Class Action Lawsuit Settled


----------



## OhioSpyderman (Jul 21, 2021)

Curious if you know why the lawsuit doesn't include 21's and 22's?
I didn't realize there was a difference in transmissions between 20's and 21's.

Anyone know what the differences are between the Aisin AWF8 and the Aisin AQ8 (as this is what OBD11 tells me my 21 has)?

Again, just trying to learn....

Bob.


----------



## InfamousVector (12 mo ago)

Thanks for sharing 19TIG!

Also another post regarding this settlement which pertains to both the Jetta and Tiguan. Jetta and Tiguan Transmission Problem Settlement Announced.

Key findings:

Due to defects in the torque converter, 2019 Jetta and 2018-2020 Tiguan owners may experience transmission failure.
VW calibrated the Aisin AWF8F35 8-speed automatic transmission’s software to engage higher gears at insufficient speeds and insufficient revolutions per minute.
Notice of this class action settlement will be sent out to consumers Spring 2022.
No settlement website has been published edit.


----------



## OhioSpyderman (Jul 21, 2021)

After doing a quick search...









AWF8F35 - Wikipedia







en.wikipedia.org





It appears that it has been in use since 2013 and is still being used today...

Bob.


----------



## InfamousVector (12 mo ago)

OhioSpyderman said:


> After doing a quick search...
> 
> 
> 
> ...


It appears to be an issue with the programming stressing the torque converter.


----------



## IbsFt (Dec 15, 2018)

19TIG said:


> Looks like a few us us may be finally having the transmission hesitancy/issues addressed once and for all. Keep an eye out in the mail to be notified. There is a website for the class action coming soon.
> 
> "Current or former owners or lessees of any model year 2019 Volkswagen Jetta or 2018-2020 Volkswagen Tiguan vehicles equipped with an Aisin AWF8F35 8-speed automatic transmission need to pay attention to their rights."
> 
> ...


Not sure how this addresses your transmission hesitancy issues. The GB24 recall was supposed to do that. 

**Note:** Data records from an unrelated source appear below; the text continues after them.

/// Read a CSV stream into the columns `wanted` picks from the header (`None` = not kept).
pub(crate) fn read_csv(
    path: &Path,
    mut input: impl Read + Send,
    wanted: &KindsOf,
    chunking: CsvChunking,
    size: Option<u64>,
) -> DataResult<CsvColumns> {
    let stage = crate::progress::stage(format!("reading {}", path.display()), size);
    let io = |source| DataError::Io { path: path.to_path_buf(), source };
    let block = chunking.block.max(1);
    let mut hasher = Sha256::new();
    let mut buf: Vec<u8> = Vec::with_capacity(block + (block >> 2));
    let mut eof = read_more(&mut input, &mut buf, block, &mut hasher).map_err(io)?;
    stage.advance(buf.len() as u64);
    while !eof && buf.len() < 3 {
        let had = buf.len();
        eof = read_more(&mut input, &mut buf, block, &mut hasher).map_err(io)?;
        stage.advance((buf.len() - had) as u64);
    }
    let bom = if buf.starts_with(&[0xEF, 0xBB, 0xBF]) { 3 } else { 0 };
    if let Some(hint) = other_format(&buf) {
        return Err(DataError::Malformed { at: Location::file(path), format: "CSV", message: hint.into() });
    }
    // a problem in the header: the sequential reader describes it from what has been read
    let header_problem = |buf: &[u8]| -> DataError {
        match sequential_records(path, buf) {
            Err(e) => e,
            Ok(_) => DataError::Malformed {
                at: Location::line(path, 1),
                format: "CSV",
                message: "the header could not be read".into(),
            },
        }
    };
    // The header: the first record that is not blank, complete in the buffer.
    let (header, mut consumed, mut lines_before) = loop {
        let body = &buf[bom..];
        let mut rdr = reader(body);
        let mut rec = csv::ByteRecord::new();
        let mut found = None;
        loop {
            match rdr.read_byte_record(&mut rec) {
                Ok(true) => {}
                Ok(false) => break,
                Err(_) => return Err(header_problem(&buf)),
            }
            let fields: Result<Vec<String>, ShapeProblem> =
                (0..rec.len()).map(|i| field(&rec, i).map(str::to_string)).collect();
            let Ok(fields) = fields else { return Err(header_problem(&buf)) };
            if fields.len() == 1 && fields[0].is_empty() {
                continue;
            }
            let end = rdr.position().byte() as usize;
            found = Some((fields, end, body[..end].iter().filter(|&&b| b == b'\n').count() as u64));
            break;
        }
        match found {
            // a header that reaches the end of the buffer may continue past it
            Some((h, end, lines)) if eof || end < body.len() => break (h, bom + end, lines),
            None if eof => return Err(DataError::EmptyFile { path: path.to_path_buf() }),
            _ => {
                let had = buf.len();
                eof = read_more(&mut input, &mut buf, block, &mut hasher).map_err(io)?;
                stage.advance((buf.len() - had) as u64);
            }
        }
    };
    let width = header.len();
    let kinds = wanted(&header)?;
    let mut columns: Vec<Option<Column>> = kinds.iter().map(|k| k.map(Column::new)).collect();
    let mut lines = LineBuilder { first: None, n: 0, explicit: None };
    let threads = rayon::current_num_threads().max(1);
    // The next block is read behind a reserved front, where the unfinished record of the
    // current block is put, so blocks are never copied whole.
    const FRONT: usize = 256 << 10;
    let mut spare: Vec<u8> = Vec::with_capacity(FRONT + block);
    // chunks parsed but not yet appended (they are appended while the next block is parsed)
    let mut parsed: Vec<ChunkOut> = Vec::new();
    let merge =
        |parts: Vec<ChunkOut>, columns: &mut Vec<Option<Column>>, lines: &mut LineBuilder, lines_before: &mut u64| {
            for part in parts {
                for l in part.lines {
                    lines.push(*lines_before + l);
                }
                *lines_before += part.line_ends;
                for (col, piece) in columns.iter_mut().zip(part.columns) {
                    if let (Some(col), Some(piece)) = (col.as_mut(), piece) {
                        col.append(piece);
                    }
                }
            }
        };
    loop {
        let pending = &buf[consumed..];
        // complete records in the buffer, cut into chunks
        let step = (pending.len() / (threads * 4)).max(chunking.min_chunk).max(1);
        let mut ends = record_ends(pending, step);
        if eof && ends.last() != Some(&pending.len()) && !pending.is_empty() {
            ends.push(pending.len());
        }
        let Some(&done) = ends.last() else {
            if eof {
                break;
            }
            // no record ends in the buffer yet: read on
            let had = buf.len();
            eof = read_more(&mut input, &mut buf, block, &mut hasher).map_err(io)?;
            stage.advance((buf.len() - had) as u64);
            continue;
        };
        let starts: Vec<usize> = std::iter::once(0).chain(ends.iter().copied()).take(ends.len()).collect();
        let parse = |i: usize| parse_chunk(&pending[starts[i]..ends[i]], width, &kinds);
        // parse these records while the previous ones are appended and the next block is read
        spare.clear();
        spare.resize(FRONT, 0);
        let previous = std::mem::take(&mut parsed);
        let (now, ((), read)) = rayon::join(
            || -> Vec<Result<ChunkOut, ShapeProblem>> {
                if ends.len() > 1 {
                    use rayon::prelude::*;
                    (0..ends.len()).into_par_iter().map(parse).collect()
                } else {
                    vec![parse(0)]
                }
            },
            || {
                merge(previous, &mut columns, &mut lines, &mut lines_before);
                let read = if eof { Ok(true) } else { read_more(&mut input, &mut spare, block, &mut hasher) };
                stage.advance((spare.len() - FRONT) as u64);
                ((), read)
            },
        );
        // a chunk that could not be read: the first problem of the file is in it
        if let Some(bad) = now.iter().position(Result::is_err) {
            let before: u64 = lines_before + now[..bad].iter().flatten().map(|p| p.line_ends).sum::<u64>();
            return Err(chunk_problem(path, &pending[starts[bad]..ends[bad]], before, &header));
        }
        parsed = now.into_iter().flatten().collect();
        eof = read.map_err(io)?;
        // the unfinished record goes in front of the next block
        let carry = &buf[consumed + done..];
        if carry.len() <= FRONT {
            let at = FRONT - carry.len();
            spare[at..FRONT].copy_from_slice(carry);
            std::mem::swap(&mut buf, &mut spare);
            consumed = at;
        } else {
            let mut joined = carry.to_vec();
            joined.extend_from_slice(&spare[FRONT..]);
            buf = joined;
            consumed = 0;
        }
        if eof && consumed >= buf.len() {
            break;
        }
    }
    merge(parsed, &mut columns, &mut lines, &mut lines_before);
    for c in columns.iter_mut().flatten() {
        c.seal();
    }
    let rows = lines.n;
    Ok(CsvColumns { header, columns, lines: lines.finish(), rows, sha256: hex(&hasher.finalize()) })
}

Looks like $900,000 to the lawyers and $5,000 each to the three who started the class action. 2018-2020 Tig owners get a 12 mo / 12K mile warranty for transmission "hesitation or jerking" starting from the date the settlement is approved and provided the GB24 recall was done. There is potential for reimbursement for out of pocket expenses for anyone who might have paid for transmission repair prior to the settlement. That's it.


----------



## OhioSpyderman (Jul 21, 2021)

Can I ask where you got your info? (@IbsFt)
The date of the publishing of the article linked by @InfamousVector is TODAY'S date.

Bob.


----------



## IbsFt (Dec 15, 2018)

https://www.classaction.org/media/parrish-v-volkswagen-group-of-america-motion-for-preliminary-settlement-approval.pdf


----------



## OhioSpyderman (Jul 21, 2021)

Wow.
All I can say....

Oh, and thanks!

Bob.


----------



## jonese (Jun 21, 2020)

IbsFt said:


> Not sure how this addresses your transmission hesitancy issues. The GB24 recall was supposed to do that.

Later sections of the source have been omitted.